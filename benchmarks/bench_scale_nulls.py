"""Size and power of the two "straight line?" tests (curvature, cut-off rule) on each scale.

Simulated raters from ``tests/scale_raters.py`` (three cues, b = (.5, .4, .3), noise SD 1):
1-7 scales with latent means 2.5, 4.0, 5.5 and 5.0 (the setting of issue 12, about 10% of
scores at 7); 0/1 probit decisions (latent mean 0.3); continuous judgments (mean 4).

Size: share of linear raters with p < .05 (unadjusted, per rater), judged by whether its
99.9% Clopper-Pearson interval (scipy ``binomtest(...).proportion_ci``) overlaps 4-6%.
Power: the same raters with a planted curve or a planted cut-off rule on cue 1 (see
``tests/scale_raters.py``). The curvature test uses the tool's p-value
(bootstrap on 1-7, the score test inside the logistic model on 0/1, F table on
continuous); the classical F table is printed beside.
The cut-off check runs exactly as the audit calls it (999 draws, early stopping after 20).

    PYTHONPATH=. python benchmarks/bench_scale_nulls.py [n_raters] [setting, e.g. 0/1]

The last column counts raters left untested (0/1 decisions the cues separate).
"""

from __future__ import annotations

import sys
import time

import numpy as np

from calibrate.policy import diagnostics as dg
from calibrate.policy.linalg import grouped_sscp, ols_from_sscp
from tests.scale_raters import cutoff_p_values, overlaps_band, scale_raters

SCALES = {  # name -> (scale kind, latent mean)
    "1-7, mean 2.5": ("ordinal", 2.5),
    "1-7, mean 4.0": ("ordinal", 4.0),
    "1-7, mean 5.5": ("ordinal", 5.5),
    "1-7, mean 5.0": ("ordinal", 5.0),
    "0/1": ("binary", 0.3),
    "continuous": ("continuous", 4.0),
}


def curvature_p(kind, X, y, groups, G, rng):
    """(tool's p, classical F-table p) per rater."""
    fit = ols_from_sscp(grouped_sscp(np.column_stack([X, y]), groups, G), np.arange(3), 3)
    fitted = fit.intercept[groups] + np.einsum("mi,mi->m", X, fit.coef[groups])
    classical = dg.reset_test(X, y, fitted, groups, G, fit).p_value
    if kind == "continuous":
        return classical, classical
    if kind == "binary":
        return dg.logistic_reset_test(X, y, groups, G).p_value, classical
    _, p = dg.scale_reset_p(X, y, groups, G, kind="rounded", scale_min=1, scale_max=7,
                            n_sim=199, rng=rng)
    return p, classical


def rate(p, judged=True):
    hits, low, high = overlaps_band(p)
    verdict = ("ok" if low <= 0.06 and high >= 0.04 else "OUT") if judged else ""
    return f"{hits / p.size:6.1%} ({low:.1%}-{high:.1%}) {verdict}"


def one_setting(label, n_cases, n_raters, plant, seed, block=250):
    kind, mean = SCALES[label]
    rng = np.random.default_rng(seed)
    curv, classical, cut, sevens = [], [], [], []
    t0 = time.perf_counter()
    for start in range(0, n_raters, block):
        G = min(block, n_raters - start)
        X, y, groups = scale_raters(rng, kind, mean, G, n_cases, plant)
        p, c = curvature_p(kind, X, y, groups, G, rng)
        curv.append(p)
        classical.append(c)
        cut.append(cutoff_p_values(kind, X, y, groups, rng))
        sevens.append(np.mean(y == 7) if kind == "ordinal" else np.nan)
    curv, classical, cut = map(np.concatenate, (curv, classical, cut))
    extra = f", {np.mean(sevens):.1%} at 7" if kind == "ordinal" else ""
    untested = f", untested {np.mean(np.isnan(curv)):.1%} / {np.mean(np.isnan(cut)):.1%}"
    print(f"{label:15s} {n_cases:3d} cases {plant:6s}{extra}: curvature {rate(curv, plant == 'none')}; "
          f"F table {np.mean(classical < 0.05):6.1%}; cut-off {rate(cut, plant == 'none')}{untested}; "
          f"{time.perf_counter() - t0:.0f}s", flush=True)


def main(n_raters: int = 1000, seed: int = 2026, only: str | None = None):
    print(f"{n_raters} raters per setting; p < .05 share (99.9% Clopper-Pearson interval), "
          "ok = overlaps 4-6% (size lines only)")
    for n_cases in (40, 100):
        for number, label in enumerate(SCALES):
            if only and only != label:
                continue
            one_setting(label, n_cases, n_raters, "none", seed + 100 * n_cases + number)
    for n_cases in (40, 100):
        for number, label in enumerate(("1-7, mean 4.0", "0/1", "continuous")):
            for plant in ("curve", "cutoff"):
                if only and only != label:
                    continue
                one_setting(label, n_cases, n_raters, plant,
                            seed + 7 + 100 * n_cases + 10 * number + (plant == "cutoff"))


if __name__ == "__main__":
    main(int(sys.argv[1]) if len(sys.argv) > 1 else 1000,
         only=sys.argv[2] if len(sys.argv) > 2 else None)
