Excluded-attribute check
    Each attribute that must not count is added to the rater's policy. The gain in
    R^2 is tested with the nested F test (continuous and ordinal judgments) or the
    likelihood-ratio test of two logistic fits (binary judgments), and the p-values
    of all raters x attributes are Holm-adjusted. The proxy check names the cues
    strongly related to each attribute (first canonical correlation), because a
    rater can lean on an attribute through them.
"""

from __future__ import annotations

from dataclasses import dataclass

import numpy as np
import pandas as pd
from scipy import special, stats

from ..data.cues import CueDesign
from ..data.rows import JudgmentRows, RaterLookup, line_up, standard_deviations
from ..errors import DataError
from ..policy.linalg import grouped_sscp, ols_from_sscp
from ..pvalues import holm_adjust
from ..result_base import ResultMixin

ASSOCIATION_CAUTION = (
    "A flag here is a statistical association between an attribute and the judgments, "
    "to be looked into; it is not proof of intent. Any decision about a person follows "
    "the institution's policies and applicable law."
)
EXCLUDED_FLAG = "excluded_attribute"


# --------------------------------------------------------------------------- rubric


@dataclass(frozen=True)
class RaterAlignment(ResultMixin):
    """One rater against the rubric. ``to_dict()`` is the rater's ``alignment`` block."""

    rater: str
    n: int
    misallocation: float
    most_over: str | None
    most_under: str | None
    g_rubric: float
    shares: dict[str, float]
    warnings: tuple[str, ...] = ()


@dataclass(frozen=True)
class AlignmentResult(RaterLookup, ResultMixin):
    basis: str
    rubric_shares: dict[str, float]
    raters: tuple[RaterAlignment, ...]
    warnings: tuple[str, ...] = ()

    def to_frame(self) -> pd.DataFrame:
        """Tidy: one row per rater x cue with the rater's share and the rubric's."""
        records = [
            {"rater": r.rater, "cue": cue, "share": r.shares.get(cue, np.nan),
             "rubric_share": self.rubric_shares[cue], "misallocation": r.misallocation,
             "g_rubric": r.g_rubric}
            for r in self.raters for cue in self.rubric_shares
        ]
        return pd.DataFrame(records)


def _cue_shares(weights: np.ndarray, design: CueDesign) -> np.ndarray:
    """(G, n_cues) signed shares from (G, p) column weights on the rubric's basis."""
    groups = design.cue_groups()
    magnitude = np.stack([np.abs(weights[:, cols]).sum(axis=1) for cols in groups], axis=1)
    sign = np.stack([
        np.ones(weights.shape[0]) if design.kinds.get(cue) == "categorical"
        else np.sign(weights[:, cols[0]])
        for cue, cols in zip(design.cues, groups)
    ], axis=1)
    with np.errstate(invalid="ignore", divide="ignore"):
        return sign * magnitude / magnitude.sum(axis=1, keepdims=True)


def _validate_rubric(design: CueDesign, rubric: dict[str, float], basis: str) -> np.ndarray:
    if basis not in ("standardized", "raw"):
        raise DataError(f"The rubric basis must be 'standardized' or 'raw'; got {basis!r}.")
    unknown = sorted(set(rubric) - set(design.cues))
    if unknown:
        raise DataError(
            f"The rubric names cue(s) {', '.join(unknown)} that are not in the cue design "
            f"(cues: {', '.join(design.cues)})."
        )
    weights = np.array([float(rubric.get(cue, 0.0)) for cue in design.cues])
    total = np.abs(weights).sum()
    if not np.isfinite(total) or total == 0:
        raise DataError("The rubric weights are all zero (or not numbers); give at least one cue a weight.")
    return weights / total


def rubric_alignment(design: CueDesign, first: pd.DataFrame, rubric: dict[str, float], *,
                     basis: str = "standardized") -> AlignmentResult:
    r"""How far each rater's weights sit from the rubric's.

    Parameters
    ----------
    design, first : the phase's cue design and first judgments.
    rubric : cue -> intended weight (rescaled here so that the absolute weights sum to 1;
        cues not named get 0).
    basis : ``"standardized"`` (weights on cues z-scored over all judged cases) or
        ``"raw"`` (weights on the cues as they are in the table).

    Returns
    -------
    AlignmentResult
        Per rater: signed cue shares :math:`s_j = w_j / \sum_k |w_k|`, misallocation
        :math:`\tfrac12 \sum_j |s_j - \rho_j|`, the cues with the largest positive and
        negative share difference (None when no share differs by more than 1e-9), and
        ``g_rubric`` = corr(rater's fitted values, rubric composite) on the rater's cases.
    """
    rubric_share = _validate_rubric(design, rubric, basis)
    rows = line_up(design, first)
    p = design.n_columns
    fit_stats = grouped_sscp(np.column_stack([rows.X, rows.y]), rows.group, rows.n_raters)
    fit = ols_from_sscp(fit_stats, list(range(p)), p)
    sd = standard_deviations(design, rows.design_row) if basis == "standardized" else np.ones(p)
    on_basis = fit.coef * sd
    shares = _cue_shares(on_basis, design)

    # Rubric composite per design column on the raw scale; categorical cues leave it.
    column_weight = np.zeros(p)
    warnings: list[str] = []
    for cue, share, cols in zip(design.cues, rubric_share, design.cue_groups()):
        if share == 0 or not cols:
            continue
        if design.kinds.get(cue) == "categorical":
            warnings.append(
                f"Cue '{cue}' is categorical: its rubric share is compared with the rater's, "
                "but it has no direction, so it is left out of the rubric composite behind g_rubric."
            )
            continue
        with np.errstate(invalid="ignore", divide="ignore"):
            column_weight[cols[0]] = share / sd[cols[0]]
    Sxx = fit_stats.sscp[:, :p, :p]
    with np.errstate(invalid="ignore", divide="ignore"):
        cross = np.einsum("gi,gij,j->g", fit.coef, Sxx, column_weight)
        g_rubric = cross / np.sqrt(np.einsum("gi,gij,gj->g", fit.coef, Sxx, fit.coef)
                                   * np.einsum("i,gij,j->g", column_weight, Sxx, column_weight))
        difference = shares - rubric_share
        misallocation = 0.5 * np.abs(difference).sum(axis=1)
    counts = rows.counts()
    raters = []
    for i, name in enumerate(rows.raters):
        notes = []
        if not fit.rank_ok[i] or not np.isfinite(misallocation[i]):
            notes.append(f"Rater '{name}': the policy cannot be fitted on {int(counts[i])} cases; "
                         "no alignment figures.")
            raters.append(RaterAlignment(name, int(counts[i]), float("nan"), None, None,
                                         float("nan"), {}, tuple(notes)))
            continue
        over, under = int(np.argmax(difference[i])), int(np.argmin(difference[i]))
        raters.append(RaterAlignment(
            rater=name,
            n=int(counts[i]),
            misallocation=float(misallocation[i]),
            most_over=design.cues[over] if difference[i, over] > 1e-9 else None,
            most_under=design.cues[under] if difference[i, under] < -1e-9 else None,
            g_rubric=float(g_rubric[i]),
            shares={c: float(s) for c, s in zip(design.cues, shares[i])},
            warnings=tuple(notes),
        ))
    return AlignmentResult(
        basis=basis,
        rubric_shares={c: float(s) for c, s in zip(design.cues, rubric_share)},
        raters=tuple(raters),
        warnings=tuple(dict.fromkeys(warnings)),
    )


# --------------------------------------------------------------- excluded attributes


@dataclass(frozen=True)
class AttributeTest(ResultMixin):
    """One rater x one excluded attribute."""

    attribute: str
    n: int
    delta_r2: float
    statistic: float
    df_num: float
    df_den: float
    test: str
    p_value: float
    p_adjusted: float
    flagged: bool


@dataclass(frozen=True)
class RaterExcluded(ResultMixin):
    """All attribute tests of one rater; ``to_dict()`` gives the ``excluded`` block."""

    rater: str
    tests: tuple[AttributeTest, ...]
    flags: tuple[str, ...] = ()
    warnings: tuple[str, ...] = ()

    def to_dict(self) -> dict:
        keys = ("delta_r2", "p_value", "p_adjusted", "flagged", "statistic", "test", "n")
        out = {}
        for t in self.tests:
            full = t.to_dict()
            out[t.attribute] = {k: full[k] for k in keys}
        return out


@dataclass(frozen=True)
class ProxyCue(ResultMixin):
    attribute: str
    cue: str
    association: float
    strong: bool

::::

All lines from the one containing "def to_dict(self) ->" down to the final line above are to be restated word for word; leave out the rest.

> [RESULT OF THE TASK]:
    def to_dict(self) -> dict:
        keys = ("delta_r2", "p_value", "p_adjusted", "flagged", "statistic", "test", "n")
        out = {}
        for t in self.tests:
            full = t.to_dict()
            out[t.attribute] = {k: full[k] for k in keys}
        return out


@dataclass(frozen=True)
class ProxyCue(ResultMixin):
    attribute: str
    cue: str
    association: float
    strong: bool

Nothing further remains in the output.